----- Data extract

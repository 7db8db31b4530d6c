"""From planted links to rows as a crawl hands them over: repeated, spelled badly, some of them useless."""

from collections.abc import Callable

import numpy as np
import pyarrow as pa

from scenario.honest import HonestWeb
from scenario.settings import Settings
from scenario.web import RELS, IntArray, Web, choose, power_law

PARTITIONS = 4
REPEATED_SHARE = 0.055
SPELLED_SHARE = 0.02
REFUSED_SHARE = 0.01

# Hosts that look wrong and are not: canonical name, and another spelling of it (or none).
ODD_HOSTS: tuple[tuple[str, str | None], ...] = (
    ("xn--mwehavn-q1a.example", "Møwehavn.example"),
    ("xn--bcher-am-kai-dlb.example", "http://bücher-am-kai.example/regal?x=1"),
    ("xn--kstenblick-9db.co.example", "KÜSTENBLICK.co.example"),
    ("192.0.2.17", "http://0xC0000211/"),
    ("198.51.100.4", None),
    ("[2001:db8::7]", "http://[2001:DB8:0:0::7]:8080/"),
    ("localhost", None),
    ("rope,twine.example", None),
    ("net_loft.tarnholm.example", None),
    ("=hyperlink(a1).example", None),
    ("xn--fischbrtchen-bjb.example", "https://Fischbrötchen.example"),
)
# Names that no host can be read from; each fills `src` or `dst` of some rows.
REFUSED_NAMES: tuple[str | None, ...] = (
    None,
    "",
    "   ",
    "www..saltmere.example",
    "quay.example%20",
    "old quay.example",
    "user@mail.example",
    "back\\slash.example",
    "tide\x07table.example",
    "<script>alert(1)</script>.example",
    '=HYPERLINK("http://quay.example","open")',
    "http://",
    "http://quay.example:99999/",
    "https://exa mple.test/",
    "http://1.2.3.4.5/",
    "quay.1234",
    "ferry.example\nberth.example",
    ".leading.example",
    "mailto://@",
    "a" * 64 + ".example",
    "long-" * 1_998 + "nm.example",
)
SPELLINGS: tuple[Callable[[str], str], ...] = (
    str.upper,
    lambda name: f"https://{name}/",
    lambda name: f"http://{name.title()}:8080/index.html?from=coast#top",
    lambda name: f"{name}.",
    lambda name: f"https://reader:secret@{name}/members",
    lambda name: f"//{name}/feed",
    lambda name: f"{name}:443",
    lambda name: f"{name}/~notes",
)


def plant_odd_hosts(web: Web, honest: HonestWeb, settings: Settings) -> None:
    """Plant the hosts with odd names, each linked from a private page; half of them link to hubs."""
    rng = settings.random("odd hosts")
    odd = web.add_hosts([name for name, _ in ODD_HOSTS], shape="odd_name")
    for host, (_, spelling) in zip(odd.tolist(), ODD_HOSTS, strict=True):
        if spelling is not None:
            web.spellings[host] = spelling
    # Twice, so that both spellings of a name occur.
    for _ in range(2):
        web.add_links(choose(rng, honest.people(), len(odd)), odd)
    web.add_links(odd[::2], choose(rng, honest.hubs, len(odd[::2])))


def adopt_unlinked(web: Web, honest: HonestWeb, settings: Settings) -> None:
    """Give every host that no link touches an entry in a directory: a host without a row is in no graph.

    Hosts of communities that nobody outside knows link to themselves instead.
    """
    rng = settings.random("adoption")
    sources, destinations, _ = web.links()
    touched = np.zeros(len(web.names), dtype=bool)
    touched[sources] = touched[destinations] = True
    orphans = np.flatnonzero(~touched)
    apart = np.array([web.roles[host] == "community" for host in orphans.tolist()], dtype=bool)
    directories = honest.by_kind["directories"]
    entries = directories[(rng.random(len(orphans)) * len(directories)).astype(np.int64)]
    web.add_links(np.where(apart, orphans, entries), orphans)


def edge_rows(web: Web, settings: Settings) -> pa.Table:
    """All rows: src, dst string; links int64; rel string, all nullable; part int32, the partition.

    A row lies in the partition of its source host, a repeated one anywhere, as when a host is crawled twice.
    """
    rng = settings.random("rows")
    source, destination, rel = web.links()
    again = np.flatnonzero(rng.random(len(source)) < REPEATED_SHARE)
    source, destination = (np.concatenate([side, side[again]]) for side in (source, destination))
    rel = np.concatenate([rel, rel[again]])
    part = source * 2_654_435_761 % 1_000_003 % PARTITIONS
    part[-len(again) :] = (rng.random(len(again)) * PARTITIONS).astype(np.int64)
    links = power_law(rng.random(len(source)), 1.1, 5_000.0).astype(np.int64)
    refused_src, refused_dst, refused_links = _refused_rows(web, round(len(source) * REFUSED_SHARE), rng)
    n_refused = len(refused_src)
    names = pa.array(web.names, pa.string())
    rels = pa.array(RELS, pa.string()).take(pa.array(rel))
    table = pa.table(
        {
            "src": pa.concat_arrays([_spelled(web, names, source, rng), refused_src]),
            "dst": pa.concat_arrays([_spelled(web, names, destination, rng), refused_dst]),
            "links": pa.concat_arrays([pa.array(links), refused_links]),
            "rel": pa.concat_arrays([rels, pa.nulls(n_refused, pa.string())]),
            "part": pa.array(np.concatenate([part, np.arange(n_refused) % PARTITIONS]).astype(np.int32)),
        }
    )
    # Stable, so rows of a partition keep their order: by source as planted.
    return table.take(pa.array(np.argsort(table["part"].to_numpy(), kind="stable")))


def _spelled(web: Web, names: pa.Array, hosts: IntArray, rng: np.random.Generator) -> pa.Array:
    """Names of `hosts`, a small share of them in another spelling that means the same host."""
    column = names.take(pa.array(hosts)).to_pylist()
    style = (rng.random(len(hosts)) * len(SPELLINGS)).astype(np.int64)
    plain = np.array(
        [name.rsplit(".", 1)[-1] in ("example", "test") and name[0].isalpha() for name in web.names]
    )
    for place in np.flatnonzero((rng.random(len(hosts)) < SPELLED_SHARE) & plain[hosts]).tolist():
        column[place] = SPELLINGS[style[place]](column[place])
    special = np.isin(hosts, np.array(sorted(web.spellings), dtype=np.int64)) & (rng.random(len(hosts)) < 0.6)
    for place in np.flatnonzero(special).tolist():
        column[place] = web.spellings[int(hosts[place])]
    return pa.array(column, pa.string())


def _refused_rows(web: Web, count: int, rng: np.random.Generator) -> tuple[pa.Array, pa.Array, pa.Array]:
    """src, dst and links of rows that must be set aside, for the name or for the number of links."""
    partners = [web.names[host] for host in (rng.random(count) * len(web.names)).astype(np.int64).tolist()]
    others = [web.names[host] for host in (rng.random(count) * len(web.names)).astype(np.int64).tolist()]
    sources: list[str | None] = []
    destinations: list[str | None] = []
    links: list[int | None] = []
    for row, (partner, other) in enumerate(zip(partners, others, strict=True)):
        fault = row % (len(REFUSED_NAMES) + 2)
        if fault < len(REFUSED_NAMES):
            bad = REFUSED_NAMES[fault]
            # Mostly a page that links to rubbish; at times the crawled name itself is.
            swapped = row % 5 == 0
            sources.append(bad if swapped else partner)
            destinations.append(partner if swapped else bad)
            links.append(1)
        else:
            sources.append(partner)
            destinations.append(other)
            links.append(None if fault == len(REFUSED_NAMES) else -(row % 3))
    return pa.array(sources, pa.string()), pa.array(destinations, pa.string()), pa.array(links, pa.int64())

----------

### Instructions for the task
Reproduce each line of the material that mentions "test".

### Your solution
    "https://exa mple.test/",
        [name.rsplit(".", 1)[-1] in ("example", "test") and name[0].isalpha() for name in web.names]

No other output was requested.